Giant cardboard boxes, puffy plastic air pillows, Styrofoam, packing peanuts, polystyrene bags, and plastic wrap. Consider, too, what’s discarded from consumables: tray liners, clamshells, egg and milk cartons, and plastic soda bottles, to name a few.
We’re drowning in packaging — some 82.2 million tons of it is produced annually in the United States alone. Our pollution problem isn’t only about the stuff we consume, it’s the stuff around the stuff that we consume. While packaging materials tend to be short-lived in our households before heading to the landfill, they’re waste products that are likely to stay there for close to eternity, or else become litter that eventually finds its way into the ocean.

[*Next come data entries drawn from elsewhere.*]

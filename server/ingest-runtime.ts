import type { Logger } from 'pino';
import type { Config } from './config';
import type { Db } from './db/database';
import { createImagePool, type ImagePool } from './images/pool';
import { PhotoStorage } from './images/storage';
import { blurHandler, derivativesFailed, derivativesHandler } from './jobs/photo-jobs';
import { JobRunner } from './jobs/runner';
import { createPatternPool, type PatternPool } from './pattern/pool';
import type { UploadLimits } from './middleware/upload-storage';
import { patternFeaturesHandler } from './services/pattern.service';
import { purgeExpiredHumanPhotos } from './services/retention.service';

/** Photo storage, the worker pool and the job runner: the moving parts of ingest. */
export interface IngestRuntime {
  storage: PhotoStorage;
  pool: ImagePool;
  /** Coat-pattern features and matching (one thread: each loads OpenCV, about 125 MB). */
  pattern: PatternPool;
  runner: JobRunner;
  limits: UploadLimits;
  maxMegapixels: number;
  stop(): Promise<void>;
}

/**
 * Prepares storage and recovers from an unclean stop (interrupted jobs queued again, temp files and
 * unreferenced files removed), then starts the job runner.
 */
export async function startIngest(
  db: Db,
  config: Config,
  log: Logger,
  options: { startRunner?: boolean } = {},
): Promise<IngestRuntime> {
  const storage = new PhotoStorage(config.uploadsDir);
  await storage.init();
  await db
    .updateTable('photos')
    .set({ status: 'queued' })
    .where('status', '=', 'processing')
    .execute();
  const referenced = new Set(
    (await db.selectFrom('photos').select('sha256').distinct().execute()).map((r) => r.sha256),
  );
  const swept = await storage.recover(referenced);
  if (swept.tmp || swept.orphans) log.info(swept, 'storage recovered after an unclean stop');

  const pool = createImagePool(config.workers);
  const pattern = createPatternPool(1);
  const runner = new JobRunner(
    db,
    log,
    {
      derivatives: {
        run: derivativesHandler(db, pool, storage),
        onFinalFailure: derivativesFailed(db),
      },
      blur: { run: blurHandler(db, pool, storage) },
      pattern: { run: patternFeaturesHandler(db, pattern, storage) },
    },
    pool.threads,
    500,
    config.jobRetryMs,
  );
  if (options.startRunner ?? true) await runner.start();
  // Photos of people past a project's retention period are deleted hourly.
  const retention = setInterval(() => {
    purgeExpiredHumanPhotos(db, storage).catch((err: unknown) =>
      log.error({ err }, 'retention sweep failed'),
    );
  }, 3600_000);
  retention.unref();
  return {
    storage,
    pool,
    pattern,
    runner,
    limits: {
      maxFileBytes: config.uploadMaxFileMb * 1_000_000,
      maxFilesPerRequest: config.uploadMaxFiles,
      maxRequestBytes: config.uploadMaxRequestMb * 1_000_000,
    },
    maxMegapixels: config.maxMegapixels,
    async stop() {
      clearInterval(retention);
      await runner.stop();
      await pool.close();
      await pattern.close();
    },
  };
}
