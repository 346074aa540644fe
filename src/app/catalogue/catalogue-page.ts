import { MatIcon } from '@angular/material/icon';
import { MatAnchor } from '@angular/material/button';
import { DatePipe } from '@angular/common';
import { httpResource } from '@angular/common/http';
import {
  ChangeDetectionStrategy,
  Component,
  computed,
  effect,
  inject,
  signal,
  viewChild,
} from '@angular/core';
import { ScrollingModule } from '@angular/cdk/scrolling';
import { FormsModule } from '@angular/forms';
import { MatButtonToggle, MatButtonToggleGroup } from '@angular/material/button-toggle';
import { MatFormField, MatLabel } from '@angular/material/form-field';
import { MatInput } from '@angular/material/input';
import { MatPaginator } from '@angular/material/paginator';
import { MatProgressBar } from '@angular/material/progress-bar';
import { MatOption, MatSelect } from '@angular/material/select';
import { MatSort, MatSortHeader } from '@angular/material/sort';
import {
  MatCell,
  MatCellDef,
  MatColumnDef,
  MatHeaderCell,
  MatHeaderCellDef,
  MatHeaderRow,
  MatHeaderRowDef,
  MatRow,
  MatRowDef,
  MatTable,
  MatTableDataSource,
} from '@angular/material/table';
import { RouterLink } from '@angular/router';
import type { CatalogueEntry } from '../../../shared/identify';
import type { StationView } from '../../../shared/stations';
import { ProjectStore } from '../core/project-store';
import { EmptyState } from '../ui/empty-state';

/** The catalogue of individuals: search, filters, sortable table with paging, or one long virtual list. */
@Component({
  selector: 'mac-catalogue-page',
  imports: [
    MatAnchor,
    MatIcon,
    DatePipe,
    FormsModule,
    RouterLink,
    ScrollingModule,
    MatFormField,
    MatLabel,
    MatInput,
    MatSelect,
    MatOption,
    MatButtonToggleGroup,
    MatButtonToggle,
    MatTable,
    MatColumnDef,
    MatHeaderCell,
    MatHeaderCellDef,
    MatCell,
    MatCellDef,
    MatHeaderRow,
    MatHeaderRowDef,
    MatRow,
    MatRowDef,
    MatSort,
    MatSortHeader,
    MatPaginator,
    MatProgressBar,
    EmptyState,
  ],
  templateUrl: './catalogue-page.html',
  styleUrl: './catalogue-page.scss',
  changeDetection: ChangeDetectionStrategy.OnPush,
})
export class CataloguePage {
  private readonly store = inject(ProjectStore);
  protected readonly slug = computed(() => this.store.current()?.slug ?? '');
  protected readonly query = signal('');
  protected readonly sex = signal('');
  protected readonly coverage = signal('');
  protected readonly stationId = signal('');
  protected readonly seenAfter = signal('');
  protected readonly view = signal<'table' | 'list'>('table');
  protected readonly columns = [
    'left',
    'right',
    'code',
    'nickname',
    'sex',
    'coverage',
    'sightings',
    'stations',
    'lastSeen',
  ];
  protected readonly stations = httpResource<StationView[]>(
    () => `/api/projects/${this.slug()}/stations`,
    { defaultValue: [] },
  );
  protected readonly entries = httpResource<CatalogueEntry[]>(
    () => {
      const params = new URLSearchParams();
      if (this.query().trim()) params.set('query', this.query().trim());
      if (this.sex()) params.set('sex', this.sex());
      if (this.coverage()) params.set('coverage', this.coverage());
      if (this.stationId()) params.set('stationId', this.stationId());
      if (this.seenAfter()) params.set('seenAfter', this.seenAfter());
      return `/api/projects/${this.slug()}/individuals?${params.toString()}`;
    },
    { defaultValue: [] },
  );
  protected readonly data = new MatTableDataSource<CatalogueEntry>([]);
  private readonly sort = viewChild(MatSort);
  private readonly paginator = viewChild(MatPaginator);

  constructor() {
    this.data.sortingDataAccessor = (e, column) => {
      switch (column) {
        case 'code':
          return e.code ?? '';
        case 'lastSeen':
          return e.lastSeen ?? '';
        case 'stations':
          return e.stations.length;
        case 'coverage':
          return Number(e.coverage.left) + Number(e.coverage.right);
        default:
          return String((e as unknown as Record<string, unknown>)[column] ?? '');
      }
    };
    effect(() => {
      this.data.data = this.entries.value();
      const sort = this.sort();
      const paginator = this.paginator();
      if (sort) this.data.sort = sort;
      if (paginator) this.data.paginator = paginator;
    });
  }

  protected reference(e: CatalogueEntry, flank: 'left' | 'right'): string | null {
    return e.references.find((r) => r.flank === flank)?.thumbUrl ?? null;
  }

  protected coverageText(e: CatalogueEntry): string {
    if (e.coverage.left && e.coverage.right) return 'both flanks';
    if (e.coverage.left) return 'left only';
    if (e.coverage.right) return 'right only';
    return 'no flank yet';
  }
}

RELATED: Sustainable plastics: A new origin story
That realization hit home for Rich Cohen, who hatched a business plan for more sustainable packaging while on a year’s sabbatical from his corporate job some 20 years ago. Wherever he traveled, there was evidence of our planet’s packaging problem, and he recognized that the industry didn’t have any incentive to move to less wasteful and polluting material at the time. Inspired to help, he launched Chicago-based Elevate Packaging, which describes itself as the first company focused exclusively on making sustainable packaging materials — compostable bags, mailers, labels, and shrink-wrap.
Cohen was early to perceive a trend that in the last few years has become a worldwide phenomenon: Companies are making the switch from conventional packaging materials to ones that have a reduced carbon footprint, require less energy to manufacture, and produce less pollution. The trend has taken root in the last decade as the threat of global warming and the deluge of ocean plastic have awakened the public to the urgency of environmental protection.
Packaging innovation accelerated during the pandemic as consumers leaned into online shopping and then had to live with the accumulated boxes, bags, and packing peanuts. “Post-COVID, the growth rate of [the sustainable packaging] industry went up by three times,” says Ismail Sutaria, chief research analyst of packaging at the research firm Future Market Insights. The company expects that, over the next decade, the sustainable packaging materials sector — currently worth $274 billion a year — will grow worldwide at a compound annual growth rate of 5.4%. In 10 years it will make up 30% of the total packing materials market, up from 20% today, according to Sutaria.